Magic Mushroom: A Female Ascent of El Cap's Second-Hardest Free Route
California, Yosemite Valley, El Capitan
Forty meters below the summit, what had seemed impossible had almost become reality. It was day nine on the wall, and Jacopo Larcher and I both were tired from the previous days. But our motivation was stronger than ever. The sun was shining, we were hanging out in our portaledge, and the weather was on our side. Although it was much too warm to try the next hard pitch in the sunshine, we kept getting perfect conditions at night. Waiting for sunset felt like an eternity, and our eyes keep wandering up the last big challenge of Magic Mushroom, the 5.14a “Seven Seas” pitch shortly before the top.
When we arrived in Yosemite on the 10th of October, 2017, we weren’t sure which route we would attempt. My big dream was to climb the Nose, while Jacopo had cast an eye on Magic Mushroom, which leads up a steep wall a bit further left. Of course I was psyched to try that as well, but when I saw the topo—there were so many hard pitches. It sounded more like an interest- ing long-term project. But when we looked up El Cap the first time that fall, we quickly dropped our Nose plans. It was naïve to think it would not be overcrowded at the best time of the year.
And so, Magic Mushroom. The route began with perfect splitters and beautiful, varied climb- ing. This continued until we reached the first hard pitch, the sixth. We immediately knew we would not be able to just “climb” that pitch, not even with the occasional rest. We had to restore missing protection and clean the cracks, sometimes for hours, before we could attempt to redpoint. Our chosen style of climbing was ground up, without checking out pitches from above. This took a lot of time, as there is hardly any fixed protection in the route and we had little aid climbing experi- ence—this was equally adventurous and thrilling, and we had to fight hard for every pitch. After another eight days on the wall, we finally made it to the top, our first milestone, but still far from any serious bid to free climb the whole route.
After that we invested more days working on the crux pitches, spending quite a lot of time on the last hard 5.14a pitch before the top, which turned out to be the most difficult for me. (Not so for Jacopo, who found his personal crux on pitch 20.) I was able to climb all the sequences of the Seven Seas, but hooking it all up in one go seemed impossible. My optimism quickly dwindled. In addition, our time was running out.

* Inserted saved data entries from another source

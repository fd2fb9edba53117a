import { z } from 'zod'
import { limits } from '../utils/limits'
import { quantities } from './quantities'
import { quantitySchema } from './quantity'

export const axisUnits = ['meV', 'eV', 'cm^-1', 'nm'] as const
export const measurementKinds = ['absorption', 'emission'] as const
export const delimiters = ['comma', 'semicolon', 'tab', 'blanks'] as const
export const decimalMarks = ['point', 'comma'] as const
export const groupMarks = ['none', 'comma', 'point', 'blank', 'apostrophe'] as const
export const encodings = ['utf-8', 'utf-16le', 'utf-16be', 'windows-1252'] as const
export const wavelengthMedia = ['vacuum', 'air'] as const

/** How a delimited text file is to be read. Proposed by the reader, corrected and confirmed by a person. */
export const TableReadingSchema = z
  .strictObject({
    encoding: z.enum(encodings),
    delimiter: z.enum(delimiters),
    decimalMark: z.enum(decimalMarks),
    /** Mark between groups of three digits, as in 1,850.5 or 1 850,5. */
    groupMark: z.enum(groupMarks).default('none'),
    /** Lines before the first row of numbers. */
    headerLines: z.int().min(0).max(10_000),
    /** Lines of text after the last row of numbers. */
    footerLines: z.int().min(0).max(10_000).default(0),
    axisColumn: z.int().min(0).max(999),
    valueColumn: z.int().min(0).max(999),
    uncertaintyColumn: z.int().min(0).max(999).nullable(),
    axisUnit: z.enum(axisUnits),
    /** Where the wavelengths of an nm axis were calibrated; air wavelengths are turned into vacuum ones first. */
    wavelengthMedium: z.enum(wavelengthMedia).default('vacuum'),
    /**
     * Whether values per nm become values per meV (multiply by lambda^2/(hc)). Emission is a density and needs it,
     * absorbance does not.
     */
    applyJacobian: z.boolean(),
    /** Leave out rows whose axis, value or uncertainty is blank or not a number; false refuses such a file. */
    skipIncomplete: z.boolean().default(false),
  })
  .superRefine((reading, context) => {
    const refuse = (path: string, message: string) =>
      context.addIssue({ code: 'custom', path: [path], message, input: reading })
    if (reading.groupMark === reading.decimalMark)
      refuse('groupMark', `expected another thousands mark than the decimal mark; found ${reading.groupMark} for both`)
    if (reading.valueColumn === reading.axisColumn)
      refuse('valueColumn', `expected another column than the axis; found column ${reading.axisColumn + 1} for both`)
    if (reading.uncertaintyColumn === reading.axisColumn || reading.uncertaintyColumn === reading.valueColumn)
      refuse('uncertaintyColumn', 'expected a column of its own for the uncertainty; found one that is already in use')
    if (reading.applyJacobian && reading.axisUnit !== 'nm')
      refuse('applyJacobian', `expected the wavelength factor with an axis in nm only; found ${reading.axisUnit}`)
  })
export type TableReading = z.infer<typeof TableReadingSchema>

export const readingFields = TableReadingSchema.keyof().options

/** What the reader cannot know and a person must decide: each choice is a change of the reading. */
export const ReadingQuestionSchema = z.strictObject({
  field: z.enum(readingFields),
  message: z.string(),
  choices: z.array(z.strictObject({ label: z.string(), change: z.record(z.string(), z.unknown()) })),
})
export interface ReadingQuestion {
  field: keyof TableReading
  message: string
  /** `change` is merged into the reading when the choice is taken. */
  choices: { label: string; change: Partial<TableReading> }[]
}

export const readingWarningCodes = [
  'axis-descending',
  'axis-not-monotonic',
  'axis-uneven',
  'axis-relative',
  'points-duplicate',
  'cells-missing',
  'numbers-grouped',
  'signs-unusual',
  'footer-left-out',
  'unit-from-text',
  'wavelength-vacuum',
  'wavelength-air',
  'jacobian-applied',
  'values-negative',
  'values-constant',
  'uncertainty-zero',
  'columns-ignored',
  'encoding-legacy',
] as const
export interface ReadingWarning {
  code: (typeof readingWarningCodes)[number]
  message: string
}

/** What the reader understood of an uploaded table, shown before anything is stored as a measurement. */
export interface TableProposal {
  reading: TableReading
  /** The first lines of the file as text, shortened. */
  head: string[]
  /** Every column of the rows of numbers; `name` and `unit` are empty where the header has none. */
  columns: { index: number; name: string; unit: string; sample: string[] }[]
  /** Rows of numbers that the reading takes. */
  rows: number
  /** The spectrum as it would be stored, thinned to at most 2000 points. */
  preview: { energiesMeV: number[]; values: number[] }
  /** Extent on the axis as written, and in energy. */
  range: { axisMin: number; axisMax: number; energyMinMeV: number; energyMaxMeV: number }
  warnings: ReadingWarning[]
  /** Empty when every field of the reading follows from the file. */
  needsAnswer: ReadingQuestion[]
}

/** Body of a corrected reading; `answered` names the questions that the person has decided. */
export const ReadingRequestSchema = z.strictObject({
  reading: TableReadingSchema,
  answered: z.array(z.enum(readingFields)).max(readingFields.length).default([]),
})
export type ReadingRequest = z.infer<typeof ReadingRequestSchema>

/** Body that turns an uploaded file into a stored measurement. */
export const MeasurementRequestSchema = z.strictObject({
  fileId: z.uuid(),
  name: z.string().trim().min(1, { error: 'expected a name; found an empty text' }).max(limits.nameLength),
  kind: z.enum(measurementKinds),
  sampleName: z.string().trim().max(limits.nameLength).default(''),
  temperatureK: quantitySchema(quantities.temperatureK).nullable().default(null),
  note: z.string().max(limits.noteLength).default(''),
  reading: TableReadingSchema,
})
export type MeasurementRequest = z.infer<typeof MeasurementRequestSchema>
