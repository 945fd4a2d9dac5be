/** The small pieces that the forms of a record are made of. */
import { z } from "zod";
import { numberFrom } from "./json.js";

export const text = z.string();
export const whole = z.int().min(0);
export const real = z
  .union([z.number(), z.enum(["NaN", "Infinity", "-Infinity"])], {
    error: 'expected a number, "NaN", "Infinity" or "-Infinity"',
  })
  .transform(numberFrom);
export const reals = z.array(real);
export const orNull = <T extends z.ZodType>(schema: T) => z.union([schema, z.null()]);
export const number = orNull(real);
export const interval = orNull(z.tuple([real, real]));
/** A text that names something; bounded, because tables and file names are made of it. */
export const name = z.string().min(1).max(1000);
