/** The form of the explanations in a record. */
import { z } from "zod";
import { name, number, orNull, real, reals, text, whole } from "./schema-parts.js";

const estimated = { value: real, interval: z.tuple([real, real]) };

const alias = z.strictObject({
  walsh: orNull(z.int().min(2)),
  indices: z.array(whole),
  entries: z.array(z.number()),
  copies: z.int().min(1),
  size: real,
  phase: real,
  planes: orNull(whole),
  gap: number,
  contribution: number,
  standardError: number,
});

const fullCycle = z.strictObject({
  states: z.int().min(1),
  mean: real,
  bias: number,
  referenceUncertainty: number,
  deviation: number,
  nonFinite: whole,
  offending: orNull(z.strictObject({ index: whole, inputs: reals, value: text })),
  endpoints: whole,
});

const paired = { bias: real, standardError: real, interval: z.tuple([real, real]) };

export const resolution = z.strictObject({
  bits: z.int().min(1),
  endpoint: z.enum(["middle", "left"]),
  confidence: z.number().gt(0).lt(1),
  ...paired,
  unreachableTail: z.strictObject({ ...paired, probability: z.number().min(0).max(1) }),
  points: z.int().min(1),
  replicates: z.int().min(2),
  nonFinite: whole,
});

export const explanation = z
  .strictObject({
    problem: name,
    source: name,
    estimator: name,
    output: name,
    structure: orNull(
      z.strictObject({
        kind: z.enum(["full", "seed-averaged", "rank-1", "net"]),
        modulus: z.string().regex(/^[0-9]{1,1000}$/, "expected decimal digits"),
        what: text,
      }),
    ),
    reason: orNull(text),
    predicted: orNull(
      z.strictObject({
        ...estimated,
        standardError: real,
        confidence: z.number().gt(0).lt(1),
        pairs: z.int().min(1),
        doubled: z.strictObject({ ...estimated, pairs: z.int().min(1) }),
        tail: z.strictObject(estimated),
        stable: z.boolean(),
        origin: real,
        source: name,
        points: z.int().min(1),
        replicates: z.int().min(2),
      }),
    ),
    measured: orNull(
      z.strictObject({
        ...estimated,
        standardError: number,
        n: z.int().min(1),
        replicates: z.int().min(1),
      }),
    ),
    difference: orNull(z.strictObject(estimated)),
    explained: z.boolean(),
    aliases: z.array(alias),
    comb: orNull(
      z.strictObject({
        points: z.int().min(1),
        source: z.array(whole),
        sound: z.array(whole),
        soundSource: name,
        profile: reals,
      }),
    ),
    fullCycle: orNull(fullCycle),
    resolution: orNull(z.strictObject({ own: z.int().min(1), costs: z.array(resolution) })),
  })
  .describe("What the structure of a source predicts for an integrand, beside what was measured.");
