/** What the structure of a source predicts for one integrand, and how that compares with what was measured. */
import type { ResolutionLadder } from "./resolution.js";
import type { FullCycleAverage } from "./types.js";

/** A number with the interval that belongs to it. */
export interface Estimated {
  readonly value: number;
  readonly interval: readonly [number, number];
}

/** The point set whose dual vectors carry a bias (of an unrandomised lattice or net: the error of its n points). */
export interface ExplainedStructure {
  /** Of a congruential or recursive generator: the full modulus or the seed-averaged one; a rank-1 lattice; a digital net. */
  readonly kind: "full" | "seed-averaged" | "rank-1" | "net";
  /** Of the dual lattice, decimal digits; of a net its number of points. */
  readonly modulus: string;
  /** Which points these are, in words. */
  readonly what: string;
}

/**
 * A dual vector, with all its copies along the coordinates: h.u takes few values on the points, so they lie on few planes. Of a
 * net: the index k of a Walsh function that is 1 on all points.
 */
export interface Alias {
  /** The base of the Walsh function; null for the plane wave of a lattice. */
  readonly walsh: number | null;
  /** Coordinates (0-based) of the entries, for the copy that contributes most. */
  readonly indices: readonly number[];
  readonly entries: readonly number[];
  /** Copies of the vector along the coordinates that are counted here; 1 where there is no other. */
  readonly copies: number;
  /** Size of the mean of e^(2 pi i h.u) over the points (1: all points lie on the planes), and its phase in turns. */
  readonly size: number;
  readonly phase: number;
  /** Planes h.u = phase + whole number that meet the unit cube; null for a Walsh function. */
  readonly planes: number | null;
  /** Distance of neighbouring planes, 1/|h|; null for a Walsh function. */
  readonly gap: number | null;
  /** What these vectors and their opposites add to the bias, with its standard error; null where it was not estimated. */
  readonly contribution: number | null;
  readonly standardError: number | null;
}

/** The sum of Fourier coefficients at the dual vectors, estimated from points of a sound source. */
export interface PredictedBias extends Estimated {
  readonly standardError: number;
  readonly confidence: number;
  /** Pairs of dual vectors h, -h (of a net: Walsh functions) that were summed. */
  readonly pairs: number;
  /** The same with twice as many pairs, and what the second half adds. */
  readonly doubled: Estimated & { readonly pairs: number };
  readonly tail: Estimated;
  /** Whether the second half adds nothing that matters. */
  readonly stable: boolean;
  /** What the state that the source never takes (the origin) adds; included in the value. */
  readonly origin: number;
  /** Where the coefficients come from. */
  readonly source: string;
  readonly points: number;
  readonly replicates: number;
}

/** The bias that was measured, or the one error of a source without random start. */
export interface MeasuredBias extends Estimated {
  /** null for a deterministic source: one error without an error bar. */
  readonly standardError: number | null;
  readonly n: number;
  readonly replicates: number;
}

/**
 * For the vector at fault, h.u - phase modulo 1 in equal bins, of which number bins / 2 has 0 (the planes) in its middle.
 */
export interface PlaneComb {
  readonly points: number;
  /** How many points of the source, and of a sound one, lie in each bin. */
  readonly source: readonly number[];
  readonly sound: readonly number[];
  readonly soundSource: string;
  /** Mean of the integrand over each bin. */
  readonly profile: readonly number[];
}

export interface Explanation {
  readonly problem: string;
  readonly source: string;
  readonly estimator: string;
  readonly output: string;
  /** null where the source has no structure that a prediction follows from. */
  readonly structure: ExplainedStructure | null;
  /** Why there is no prediction, in words; null where there is one. */
  readonly reason: string | null;
  readonly predicted: PredictedBias | null;
  readonly measured: MeasuredBias | null;
  /** Measured less predicted. */
  readonly difference: Estimated | null;
  /** The difference is 0 within its interval, the prediction is not, and it is stable. */
  readonly explained: boolean;
  /** The vector at fault first; without a prediction the shortest ones. */
  readonly aliases: readonly Alias[];
  readonly comb: PlaneComb | null;
  /** The average over every state, where it was asked for. */
  readonly fullCycle: FullCycleAverage | null;
  /** What the bits of a coordinate cost, the source's own among others; null where it was not asked for. */
  readonly resolution: ResolutionLadder | null;
}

We had already changed our flights, but we only had two weeks left, meaning we’d only get a single chance at a continuous free push. We both wanted to lead all the pitches harder than 5.12+, which would take additional time. We had stashed food and water during our previous tries, so we would be able to stay on the wall for 12 days.
On November 30 the alarm rang at 4 a.m. and off we went, climbing the first pitches in darkness. Many of the lower pitches were wet, and it was mainly luck that kept us from slipping off the holds of the first 8a pitch, but then it got better. We finally arrived at Mammoth Terraces exhausted. After some quick binge-eating there was silence and we fell asleep under a clear sky.
The next morning, I felt as if I had been run over by a train. It took a lot of effort to get out of the sleeping bag and put on my climbing shoes. Hauling the bags after each lead felt like an enormous feat, costing us half an hour per pitch. It was a battle, but we finally made it to our portaledge below pitch 20 at midnight. I felt really ill, and after two spoons of rice and a cup of tea it got worse. It was quickly clear the next day would be a rest day.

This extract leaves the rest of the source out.